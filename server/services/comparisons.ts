// Repeat occupations (docs/occupations.md): two lines of (usually) two cruises compared on common
// positions — grids of both, the differences on pressure and on isopycnals, the heave, the
// Bindoff & McDougall (1994) decomposition, along-line means, the change of transport per layer —
// and which lines of other cruises count as occupations of a line (same name, same section
// identifier, or linked by hand). Access: the user must belong to both cruises (404 otherwise).
import { z } from 'zod';
import { gzipSync } from 'node:zlib';
import { QueryTypes } from 'sequelize';
import { randomBytes } from 'node:crypto';
import { Cruise, Line, Membership } from '../models/index';
import { cached, dataVersion, type CruiseCast } from './cruiseData';
import { loadLineCasts, ensureDefaultLine, type ResolvedLine } from './lines';
import { propertyColumns } from './sectionView';
import { levelsOrError, sigmaRange } from './levels';
import {
  compareOccupations,
  gridOccupationCast,
  type OccupationCast,
  type Comparison,
  type GriddedCast,
} from '../../shared/compare/index';
import { toRows } from '../../shared/section/index';
import { REFERENCE_PRESSURES, defaultLevels } from '../../shared/api/levels';
import { badRequest, notFound, conflict } from '../lib/errors';
import { membershipOf } from '../lib/routeTable';

const uuid = z.string().regex(/^[0-9a-f]{8}-[0-9a-f]{4}-[0-9a-f]{4}-[0-9a-f]{4}-[0-9a-f]{12}$/i, 'a line id');
/** A line the analyst draws for the common positions: [lon, lat] vertices in degrees, 2 to 200, not all at one point. */
const DrawnLine = z
  .array(z.tuple([z.number().finite().min(-540).max(540), z.number().finite().min(-90).max(90)]))
  .min(2, 'a drawn line needs at least two points')
  .max(200, 'a drawn line has at most 200 points')
  .refine(
    (pts) => pts.some(([lon, lat]) => lon !== pts[0][0] || lat !== pts[0][1]),
    'the points of a drawn line must not all be one point',
  );
export const ComparisonBody = z
  .object({
    lineA: uuid,
    lineB: uuid,
    property: z
      .string()
      .regex(/^[A-Za-z_][\w:]*$/)
      .max(64)
      .default('CT'),
    ref: z
      .number()
      .refine(
        (v) => (REFERENCE_PRESSURES as readonly number[]).includes(v),
        'the reference pressure is one of 0, 1000, 2000, 3000, 4000 dbar',
      )
      .default(0),
    levels: z.string().max(20000).optional(),
    inversions: z.enum(['sort', 'drop', 'raw']).default('sort'),
    interpolation: z.enum(['linear', 'pchip']).default('linear'),
    pairDistanceKm: z.number().positive().max(500).default(20),
    positions: z.enum(['stations', 'regular']).default('stations'),
    spacingKm: z.number().positive().max(1000).optional(),
    /** Common positions along a line the analyst draws instead of A's track (both occupations projected on it). */
    line: DrawnLine.optional(),
    /** Spacing of the pressure levels, dbar. */
    bin: z.number().positive().max(500).default(10),
    /** Deepest pressure level, dbar (default the deepest good level of either occupation). */
    pMax: z.number().positive().max(11000).optional(),
    /** σ bounds of the transport layers, ascending comma list (default six layers over the levels). */
    layers: z
      .string()
      .regex(/^\s*\d+(\.\d+)?(\s*,\s*\d+(\.\d+)?)+\s*$/, 'a comma list of σ values')
      .max(2000)
      .optional(),
    /** Flags kept (WOCE 1–9); levels flagged otherwise in either occupation are left out and counted. */
    flags: z.array(z.number().int().min(1).max(9)).max(9).default([1, 2]),
    /** Significant digits of the grids (a screen needs 6; exports use full precision). */
    digits: z.number().int().min(3).max(17).optional(),
  })
  .strict();
export type ComparisonBody = z.infer<typeof ComparisonBody>;
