// Writes fixtures/bad/: malformed upload files, each with the error kind it must produce
// (fixtures/bad/manifest.json). Deterministic: a seeded PRNG picks lines, columns and values.
// Run: npx tsx scripts/make-bad-corpus.ts
import { mkdirSync, readdirSync, rmSync, writeFileSync } from 'node:fs';
import { join } from 'node:path';
import yazl from 'yazl';
import { mulberry32 } from './lib/prng';
import { writeNetcdf, type NcVariable } from '../server/services/deliveries/netcdf';
import { acquisitionSamples } from './lib/acquisitionSamples';

const OUT = join(import.meta.dirname, '..', 'fixtures', 'bad');

export type BadEntry = {
  file: string; // name in fixtures/bad/
  expect: string; // the FileError code that must appear
  errorFile?: string; // the file the error must name, when it is not the upload itself (zip entries)
  line?: number | null; // the line the error must name (omitted: not checked)
  column?: number | null; // the column the error must name (omitted: not checked)
  what: string;
};

const prng = mulberry32;
const rand = prng(20260304);
const pick = <T>(xs: readonly T[]): T => xs[Math.floor(rand() * xs.length)];
const int = (lo: number, hi: number): number => lo + Math.floor(rand() * (hi - lo + 1));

□ □ □ □ □ □ □

_Your goal_
Pull out every line from the one with "what: string;" to the end of the listing, and output only those.

_Final answer_
  what: string;
};

const prng = mulberry32;
const rand = prng(20260304);
const pick = <T>(xs: readonly T[]): T => xs[Math.floor(rand() * xs.length)];
const int = (lo: number, hi: number): number => lo + Math.floor(rand() * (hi - lo + 1));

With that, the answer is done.